Material shown:
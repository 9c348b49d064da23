import { describe, expect, it } from "vitest";
import { adherenceByWeek, adherenceOver, adherenceOverLastDays, isUnderHalf, prescriptionOn, programmeLastDay, programmeToDate } from "@/lib/adherence";
import { input, logged, MON, THU, v1, v2, version, WED } from "./fixtures";

describe("a first week starting mid-week", () => {
  const fromWednesday = version(1, WED);

  it("prescribes only from the day of publication", () => {
    // worked example (our own arithmetic): Wednesday–Sunday is 5 days × 5/7 = 25/7 ≈ 3.571 sessions and
    // 5 × 150/7 = 750/7 ≈ 107.1 minutes; 3 sessions of 30 min = 21/25 = 84 % both ways.
    const [first] = adherenceByWeek(input([fromWednesday], logged(30, WED, THU, "2026-11-07")), "2026-11-20");
    expect(first).toMatchObject({ weekOf: MON, from: MON, to: "2026-11-08", complete: true, prescribedDays: 5 });
    expect(first!.sessions.prescribed).toBeCloseTo(25 / 7, 12);
    expect(first!.minutes.prescribed).toBeCloseTo(750 / 7, 12);
    expect(first!.sessions.ratio).toBeCloseTo(0.84, 12);
    expect(first!.minutes.ratio).toBeCloseTo(0.84, 12);
  });

  it("has nothing prescribed on the days before the first version", () => {
    // worked example (our own arithmetic): Monday and Tuesday come before Wednesday's publication.
    expect(prescriptionOn(input([fromWednesday]), "2026-11-03")).toBeNull();
    const before = adherenceOver(input([fromWednesday]), { from: MON, to: "2026-11-03" });
    expect(before.sessions).toEqual({ prescribed: 0, delivered: 0, ratio: null, cappedPercent: null });
    expect(isUnderHalf(before)).toBe(false);
    // worked example (our own arithmetic): there is no programme on the Tuesday yet, and none to date.
    expect(programmeToDate(input([fromWednesday]), "2026-11-03")).toBeNull();
    expect(adherenceByWeek(input([fromWednesday]), "2026-11-03")).toEqual([]);
  });

  it("counts a check-in on a day with no prescription, and says so", () => {
    // worked example (our own arithmetic): one 30-min check-in on Tuesday (before publication) and one on
    // Thursday: 2 delivered of 25/7 prescribed = 14/25 = 56 %; one of them, 30 minutes, on an unprescribed day.
    const [first] = adherenceByWeek(input([fromWednesday], logged(30, "2026-11-03", THU)), "2026-11-08");
    expect(first!.sessions.delivered).toBe(2);
    expect(first!.sessions.ratio).toBeCloseTo(14 / 25, 12);
    expect(first!.onUnprescribedDays).toEqual({ sessions: 1, minutes: 30 });
    // worked example (our own arithmetic): a day on its own with nothing prescribed has no ratio, whatever was done.
    const tuesday = adherenceOver(input([fromWednesday], logged(30, "2026-11-03")), { from: "2026-11-03", to: "2026-11-03" });
    expect(tuesday.sessions).toMatchObject({ delivered: 1, ratio: null, cappedPercent: null });
  });
});

describe("the version in force", () => {
  it("is the newer one from the day it is published", () => {
    // worked example (our own arithmetic): v2 is published on Thursday, so Wednesday is v1 (1·5/7 sessions a day)
    // and Thursday is v2 (2·5/7 = 10/7 sessions, 200/7 minutes).
    expect(prescriptionOn(input([v1, v2]), WED)).toMatchObject({ versionId: "ver-1", versionNumber: 1, sessions: 5 / 7 });
    expect(prescriptionOn(input([v1, v2]), THU)).toMatchObject({ versionId: "ver-2", versionNumber: 2, sessions: 10 / 7, minutes: 200 / 7 });
  });

  it("is the higher number when two are published on the same day", () => {
    // worked example (our own arithmetic): v3, published the same Thursday as v2 with 3 sessions a day: 15/7.
    const v3 = version(3, THU, { sessionsPerDay: 3 });
    expect(prescriptionOn(input([v1, v3, v2]), THU)).toMatchObject({ versionNumber: 3, sessions: 15 / 7 });
  });
});

describe("the end of the programme", () => {
  const twoWeeks = version(1, MON, { weeks: 2 });

  it("comes `weeks` weeks after the first version's day", () => {
    // worked example (our own arithmetic): 2 November + 2 × 7 days = 16 November, so the last day is the 15th.
    expect(programmeLastDay(input([twoWeeks]), "2026-11-20")).toBe("2026-11-15");
    expect(prescriptionOn(input([twoWeeks]), "2026-11-15")).not.toBeNull();
    expect(prescriptionOn(input([twoWeeks]), "2026-11-16")).toBeNull();
    // worked example (our own arithmetic): to 30 November only 14 days prescribe: 14 × 5/7 = 10 sessions.
    expect(programmeToDate(input([twoWeeks]), "2026-11-30")!.sessions.prescribed).toBe(10);
  });

  it("takes `weeks` from the version in force, still counted from the first version's day", () => {
    // worked example (our own arithmetic): v2 on 12 November raises weeks to 4: 2 November + 28 days − 1 = 29th.
    const longer = version(2, "2026-11-12", { weeks: 4 });
    expect(programmeLastDay(input([twoWeeks, longer]), "2026-11-20")).toBe("2026-11-29");
    expect(prescriptionOn(input([twoWeeks, longer]), "2026-11-29")).toMatchObject({ versionNumber: 2 });
    expect(prescriptionOn(input([twoWeeks, longer]), "2026-11-30")).toBeNull();
    // worked example (our own arithmetic): a new version with weeks unchanged does not restart the clock.
    const sameLength = version(2, "2026-11-12", { weeks: 2 });
    expect(prescriptionOn(input([twoWeeks, sameLength]), "2026-11-16")).toBeNull();
  });

  it("leaves a check-in after the end as delivered on an unprescribed day", () => {
    // worked example (our own arithmetic): the week of 16 November is after the end: nothing prescribed, no ratio.
    const weeks = adherenceByWeek(input([twoWeeks], logged(30, "2026-11-17")), "2026-11-22");
    expect(weeks[2]).toMatchObject({ weekOf: "2026-11-16", prescribedDays: 0, onUnprescribedDays: { sessions: 1, minutes: 30 } });
    expect(weeks[2]!.sessions.ratio).toBeNull();
  });
});

describe("calendar weeks and the rolling window", () => {
  it("cuts the current week off at today and marks it incomplete", () => {
    // worked example (our own arithmetic): Monday 16 to Wednesday 18 November = 3 × 5/7 = 15/7 sessions.
    const weeks = adherenceByWeek(input([v1]), "2026-11-18");
    expect(weeks.map((w) => [w.weekOf, w.to, w.complete])).toEqual([
      [MON, "2026-11-08", true],
      ["2026-11-09", "2026-11-15", true],
      ["2026-11-16", "2026-11-18", false],
    ]);
    expect(weeks[2]!.sessions.prescribed).toBeCloseTo(15 / 7, 12);
  });

  it("reads the last 7 days across a week boundary", () => {
    // worked example (our own arithmetic): Thursday 12 to Wednesday 18 November, 7 × 5/7 = 5 sessions, 150 min.
    // Check-ins on the 13th and 17th count; the 11th is outside. 2 / 5 = 40 %, 60 / 150 = 40 %: under half.
    const window = adherenceOverLastDays(input([v1], logged(30, "2026-11-11", "2026-11-13", "2026-11-17")), 7, "2026-11-18");
    expect(window).toMatchObject({ from: "2026-11-12", to: "2026-11-18" });
    expect(window.sessions).toMatchObject({ prescribed: 5, delivered: 2, ratio: 0.4 });
    expect(window.minutes).toMatchObject({ prescribed: 150, delivered: 60, ratio: 0.4 });
    expect(isUnderHalf(window)).toBe(true);
  });

  it("reads a window across a version change", () => {
    // worked example (our own arithmetic): Tuesday 3 to Monday 9 November: v1 on 2 days, v2 on 5:
    // 2·5/7 + 5·10/7 = 60/7 ≈ 8.571 sessions. 4 done = 28/60 ≈ 46.7 % (under half); 5 done = 35/60 ≈ 58.3 %.
    const window = (n: number) => adherenceOverLastDays(input([v1, v2], logged(20, ...Array<string>(n).fill("2026-11-06"))), 7, "2026-11-09");
    expect(window(4).sessions.prescribed).toBeCloseTo(60 / 7, 12);
    expect(window(4).sessions.ratio).toBeCloseTo(28 / 60, 12);
    expect(isUnderHalf(window(4), "sessions")).toBe(true);
    expect(isUnderHalf(window(5), "sessions")).toBe(false);
  });
});
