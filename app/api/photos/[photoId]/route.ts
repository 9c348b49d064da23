import { route } from "@/lib/http/route";
import { photoResponse } from "@/lib/uploads/serve-photo";

// The stored bytes of one photo (`?size=thumb` for the thumbnail). Public at the wrapper on purpose: someone not
// signed in gets the same 404 as a photo they may not see or that does not exist (see lib/uploads/NOTES.md).
export const GET = route<undefined, { photoId: string }>({ roles: "public" }, ({ actor, params, request }) =>
  photoResponse(actor, params.photoId, new URL(request.url).searchParams.get("size")),
);
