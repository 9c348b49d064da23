CREATE TABLE "message" (
	"id" text PRIMARY KEY NOT NULL,
	"client_id" text NOT NULL,
	"author_id" text,
	"kind" text DEFAULT 'message' NOT NULL,
	"body" text NOT NULL,
	"photo_ids" jsonb DEFAULT '[]'::jsonb NOT NULL,
	"about_type" text,
	"about_id" text,
	"created_at" timestamp with time zone DEFAULT now() NOT NULL
);
--> statement-breakpoint
CREATE TABLE "notification_setting" (
	"user_id" text PRIMARY KEY NOT NULL,
	"email_messages" boolean DEFAULT true NOT NULL,
	"email_programme_updates" boolean DEFAULT true NOT NULL,
	"email_flags" boolean DEFAULT true NOT NULL,
	"updated_at" timestamp with time zone DEFAULT now() NOT NULL
);
--> statement-breakpoint
CREATE TABLE "thread_read" (
	"client_id" text NOT NULL,
	"user_id" text NOT NULL,
	"last_read_at" timestamp with time zone NOT NULL,
	"last_notified_at" timestamp with time zone
);
--> statement-breakpoint
CREATE TABLE "version_confirmation" (
	"id" text PRIMARY KEY NOT NULL,
	"programme_version_id" text NOT NULL,
	"confirmed_by_id" text NOT NULL,
	"confirmed_at" timestamp with time zone DEFAULT now() NOT NULL
);
--> statement-breakpoint
ALTER TABLE "message" ADD CONSTRAINT "message_client_id_client_id_fk" FOREIGN KEY ("client_id") REFERENCES "public"."client"("id") ON DELETE cascade ON UPDATE no action;--> statement-breakpoint
ALTER TABLE "message" ADD CONSTRAINT "message_author_id_user_id_fk" FOREIGN KEY ("author_id") REFERENCES "public"."user"("id") ON DELETE set null ON UPDATE no action;--> statement-breakpoint
ALTER TABLE "notification_setting" ADD CONSTRAINT "notification_setting_user_id_user_id_fk" FOREIGN KEY ("user_id") REFERENCES "public"."user"("id") ON DELETE cascade ON UPDATE no action;--> statement-breakpoint
ALTER TABLE "thread_read" ADD CONSTRAINT "thread_read_client_id_client_id_fk" FOREIGN KEY ("client_id") REFERENCES "public"."client"("id") ON DELETE cascade ON UPDATE no action;--> statement-breakpoint
ALTER TABLE "thread_read" ADD CONSTRAINT "thread_read_user_id_user_id_fk" FOREIGN KEY ("user_id") REFERENCES "public"."user"("id") ON DELETE cascade ON UPDATE no action;--> statement-breakpoint
ALTER TABLE "version_confirmation" ADD CONSTRAINT "version_confirmation_programme_version_id_programme_version_id_fk" FOREIGN KEY ("programme_version_id") REFERENCES "public"."programme_version"("id") ON DELETE cascade ON UPDATE no action;--> statement-breakpoint
ALTER TABLE "version_confirmation" ADD CONSTRAINT "version_confirmation_confirmed_by_id_user_id_fk" FOREIGN KEY ("confirmed_by_id") REFERENCES "public"."user"("id") ON DELETE no action ON UPDATE no action;--> statement-breakpoint
CREATE INDEX "message_client_idx" ON "message" USING btree ("client_id","created_at");--> statement-breakpoint
CREATE UNIQUE INDEX "thread_read_client_user_idx" ON "thread_read" USING btree ("client_id","user_id");--> statement-breakpoint
CREATE UNIQUE INDEX "version_confirmation_idx" ON "version_confirmation" USING btree ("programme_version_id","confirmed_by_id");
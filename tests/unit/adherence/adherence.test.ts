import fc from "fast-check";
import { describe, expect, it } from "vitest";
import { adherenceFor, cappedPercent, isUnderHalf, lastDays, programmeAdherence, weeklyAdherence, type LoggedSession, type VersionSchedule } from "@/lib/adherence";
import { addDays, daysBetween } from "@/lib/adherence";

// Invented schedules. 2 November 2026 is a Monday.
const v1: VersionSchedule = { number: 1, publishedOn: "2026-11-02", schedule: { minutesPerSession: 30, sessionsPerDay: 1, daysPerWeek: 5 } };
const v2: VersionSchedule = { number: 2, publishedOn: "2026-11-05", schedule: { minutesPerSession: 20, sessionsPerDay: 2, daysPerWeek: 5 } };
const sessions = (days: string[], minutes = 30): LoggedSession[] => days.map((sessionDate) => ({ sessionDate, minutes }));

describe("adherence against one version", () => {
  it("prescribes a whole week exactly and counts what was delivered", () => {
    // worked example (our own arithmetic): 1 session × 5 days = 5 sessions; × 30 min = 150 minutes.
    // 4 sessions of 30 min delivered: 4/5 = 80 % in sessions, 120/150 = 80 % in minutes.
    const week = adherenceFor("2026-11-02", "2026-11-08", [v1], sessions(["2026-11-02", "2026-11-03", "2026-11-05", "2026-11-06"]));
    expect(week.prescribedSessions).toBeCloseTo(5, 10);
    expect(week.prescribedMinutes).toBeCloseTo(150, 10);
    expect(week.deliveredSessions).toBe(4);
    expect(week.deliveredMinutes).toBe(120);
    expect(week.sessionsRatio).toBeCloseTo(0.8, 10);
    expect(week.minutesRatio).toBeCloseTo(0.8, 10);
  });

  it("counts sessions and minutes separately when sessions run short", () => {
    // worked example (our own arithmetic): 5 sessions of 15 min against 5 × 30: 100 % in sessions, 75/150 = 50 % in minutes.
    const week = adherenceFor("2026-11-02", "2026-11-08", [v1], sessions(["2026-11-02", "2026-11-03", "2026-11-04", "2026-11-05", "2026-11-06"], 15));
    expect(week.sessionsRatio).toBeCloseTo(1, 10);
    expect(week.minutesRatio).toBeCloseTo(0.5, 10);
  });
});

describe("a version change part-way through a week", () => {
  it("measures each day against the version in force that day", () => {
    // worked example (our own arithmetic): v1 (1 × 30 min, 5 d/wk) Monday–Wednesday, v2 (2 × 20 min, 5 d/wk) from
    // Thursday, the day it was published. Sessions = 3·(1·5/7) + 4·(2·5/7) = 15/7 + 40/7 = 55/7 ≈ 7.857.
    // Minutes = 3·(150/7) + 4·(200/7) = 450/7 + 800/7 = 1250/7 ≈ 178.57.
    const logged = [...sessions(["2026-11-02", "2026-11-04"], 30), ...sessions(["2026-11-05", "2026-11-05", "2026-11-06", "2026-11-07"], 20)];
    const week = adherenceFor("2026-11-02", "2026-11-08", [v1, v2], logged);
    expect(week.prescribedSessions).toBeCloseTo(55 / 7, 10);
    expect(week.prescribedMinutes).toBeCloseTo(1250 / 7, 10);
    // worked example (our own arithmetic): 6 sessions and 60 + 80 = 140 minutes delivered:
    // 6 ÷ 55/7 = 42/55 ≈ 76.4 %; 140 ÷ 1250/7 = 980/1250 = 78.4 %.
    expect(week.deliveredSessions).toBe(6);
    expect(week.deliveredMinutes).toBe(140);
    expect(week.sessionsRatio).toBeCloseTo(42 / 55, 10);
    expect(week.minutesRatio).toBeCloseTo(0.784, 10);
  });

  it("takes the versions in any order", () => {
    const a = adherenceFor("2026-11-02", "2026-11-08", [v2, v1], []);
    const b = adherenceFor("2026-11-02", "2026-11-08", [v1, v2], []);
    expect(a.prescribedMinutes).toBe(b.prescribedMinutes);
  });
});

describe("the edges of a programme", () => {
  const wednesdayStart: VersionSchedule = { ...v1, publishedOn: "2026-11-04" };

  it("prescribes nothing before the first version, so a first week starting on Wednesday is shorter", () => {
    // worked example (our own arithmetic): Wednesday–Sunday is 5 days × 5/7 = 25/7 ≈ 3.571 sessions, 750/7 ≈ 107.1 min.
    const [first] = weeklyAdherence([wednesdayStart], [], "2026-11-20");
    expect(first).toMatchObject({ from: "2026-11-02", to: "2026-11-08" });
    expect(first!.prescribedSessions).toBeCloseTo(25 / 7, 10);
    expect(first!.prescribedMinutes).toBeCloseTo(750 / 7, 10);
  });

  it("counts a session logged before the programme began but prescribes nothing for that day", () => {
    const monday = adherenceFor("2026-11-02", "2026-11-02", [wednesdayStart], sessions(["2026-11-02"]));
    expect(monday.prescribedSessions).toBe(0);
    expect(monday.deliveredSessions).toBe(1);
    expect(monday.sessionsRatio).toBeNull();
  });

  it("cuts the current week off at today", () => {
    // worked example (our own arithmetic): the week of Monday 16 November to Wednesday 18th is 3 × 5/7 = 15/7 sessions.
    const weeks = weeklyAdherence([v1], [], "2026-11-18");
    expect(weeks.map((w) => w.from)).toEqual(["2026-11-02", "2026-11-09", "2026-11-16"]);
    expect(weeks[2]!.to).toBe("2026-11-18");
    expect(weeks[2]!.prescribedSessions).toBeCloseTo(15 / 7, 10);
  });

  it("reads the last seven days across a week boundary", () => {
    // worked example (our own arithmetic): Thursday 12 to Wednesday 18 November under v1 = 7 × 5/7 = 5 sessions;
    // 2 sessions logged in that window (the one on the 11th is outside it): 40 %, under half.
    const window = lastDays(7, "2026-11-18", [v1], sessions(["2026-11-11", "2026-11-13", "2026-11-17"]));
    expect(window.from).toBe("2026-11-12");
    expect(window.prescribedSessions).toBeCloseTo(5, 10);
    expect(window.deliveredSessions).toBe(2);
    expect(isUnderHalf(window)).toBe(true);
  });

  it("totals the programme to date over several weeks and two versions", () => {
    // worked example (our own arithmetic): v1 on 2–4 November (3 days), v2 from 5 to 15 November (11 days):
    // sessions = 3·5/7 + 11·10/7 = 125/7 ≈ 17.86; minutes = 3·150/7 + 11·200/7 = 2650/7 ≈ 378.6.
    const total = programmeAdherence([v1, v2], [], "2026-11-15")!;
    expect(total.from).toBe("2026-11-02");
    expect(total.prescribedSessions).toBeCloseTo(125 / 7, 10);
    expect(total.prescribedMinutes).toBeCloseTo(2650 / 7, 10);
  });

  it("caps the percentage shown at 100 but keeps the ratio", () => {
    expect(cappedPercent(1.4)).toBe(100);
    expect(cappedPercent(0.786)).toBe(79);
    expect(cappedPercent(null)).toBeNull();
  });

  it("refuses days that are not days and negative minutes", () => {
    expect(() => adherenceFor("2026-11-02", "2026-11-08", [v1], [{ sessionDate: "yesterday", minutes: 10 }])).toThrow(/yyyy-mm-dd/);
    expect(() => adherenceFor("2026-11-02", "2026-11-08", [v1], [{ sessionDate: "2026-11-03", minutes: -5 }])).toThrow(/0 or more/);
    expect(() => adherenceFor("2026-11-08", "2026-11-02", [v1], [])).toThrow(/comes after/);
  });
});

describe("laws that hold whatever the input", () => {
  const schedule = fc.record({ minutesPerSession: fc.integer({ min: 1, max: 120 }), sessionsPerDay: fc.integer({ min: 1, max: 6 }), daysPerWeek: fc.integer({ min: 1, max: 7 }) });
  const dayIndex = fc.integer({ min: 0, max: 60 });
  const day = (n: number) => addDays("2026-11-02", n);

  it("a whole week under one version prescribes sessionsPerDay × daysPerWeek", () => {
    // common practice (no published source): "n days a week" means n sessions-days in any 7 days.
    fc.assert(
      fc.property(schedule, dayIndex, (s, start) => {
        const version = { number: 1, publishedOn: day(0), schedule: s };
        const week = adherenceFor(day(start), day(start + 6), [version], []);
        return Math.abs(week.prescribedSessions - s.sessionsPerDay * s.daysPerWeek) < 1e-9;
      }),
    );
  });

  it("a period's totals are the sum of its days'", () => {
    fc.assert(
      fc.property(schedule, schedule, dayIndex, dayIndex, fc.array(dayIndex, { maxLength: 20 }), (s1, s2, change, length, logged) => {
        const versions = [
          { number: 1, publishedOn: day(0), schedule: s1 },
          { number: 2, publishedOn: day(change), schedule: s2 },
        ];
        const log = logged.map((n) => ({ sessionDate: day(n), minutes: 10 }));
        const whole = adherenceFor(day(0), day(length), versions, log);
        const parts = daysBetween(day(0), day(length)).map((d) => adherenceFor(d, d, versions, log));
        const sum = (key: "prescribedMinutes" | "deliveredSessions") => parts.reduce((total, p) => total + p[key], 0);
        return Math.abs(whole.prescribedMinutes - sum("prescribedMinutes")) < 1e-6 && whole.deliveredSessions === sum("deliveredSessions");
      }),
    );
  });

  it("logging one more session never lowers adherence", () => {
    fc.assert(
      fc.property(schedule, fc.array(dayIndex, { maxLength: 15 }), dayIndex, (s, logged, extra) => {
        const versions = [{ number: 1, publishedOn: day(0), schedule: s }];
        const log = logged.map((n) => ({ sessionDate: day(n), minutes: 20 }));
        const before = adherenceFor(day(0), day(60), versions, log);
        const after = adherenceFor(day(0), day(60), versions, [...log, { sessionDate: day(extra), minutes: 20 }]);
        return after.sessionsRatio! >= before.sessionsRatio! && after.minutesRatio! >= before.minutesRatio!;
      }),
    );
  });
});
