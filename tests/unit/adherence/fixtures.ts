import type { AdherenceInput, CheckInRecord, PublishedVersion } from "@/lib/adherence";

// Invented programmes (demo data, not clinical advice). 2 November 2026 is a Monday; weeks run Monday to Sunday.
export const MON = "2026-11-02";
export const WED = "2026-11-04";
export const THU = "2026-11-05";

/** 1 session of 30 min, 5 days a week, for 6 weeks: 5 sessions and 150 minutes a week. */
export const v1: PublishedVersion = {
  id: "ver-1",
  number: 1,
  publishedOn: MON,
  schedule: { minutesPerSession: 30, sessionsPerDay: 1, daysPerWeek: 5, weeks: 6 },
};

/** From Thursday: 2 sessions of 20 min, 5 days a week: 10 sessions and 200 minutes a week. */
export const v2: PublishedVersion = {
  id: "ver-2",
  number: 2,
  publishedOn: THU,
  schedule: { minutesPerSession: 20, sessionsPerDay: 2, daysPerWeek: 5, weeks: 6 },
};

export const logged = (minutes: number, ...days: string[]): CheckInRecord[] => days.map((sessionDate) => ({ sessionDate, minutes }));

export const input = (versions: PublishedVersion[], checkIns: CheckInRecord[] = []): AdherenceInput => ({ versions, checkIns });

export function version(number: number, publishedOn: string, schedule: Partial<PublishedVersion["schedule"]> = {}): PublishedVersion {
  return { id: `ver-${number}`, number, publishedOn, schedule: { ...v1.schedule, ...schedule } };
}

Exercise directions:
Everything starting at the line containing "2, ratio: 0.4" and ending at the line containing "own arithmetic): Tuesday" in the records above should be repeated exactly, and only that.

Expected output:
    expect(window.sessions).toMatchObject({ prescribed: 5, delivered: 2, ratio: 0.4 });
    expect(window.minutes).toMatchObject({ prescribed: 150, delivered: 60, ratio: 0.4 });
    expect(isUnderHalf(window)).toBe(true);
  });

  it("reads a window across a version change", () => {
    // worked example (our own arithmetic): Tuesday 3 to Monday 9 November: v1 on 2 days, v2 on 5:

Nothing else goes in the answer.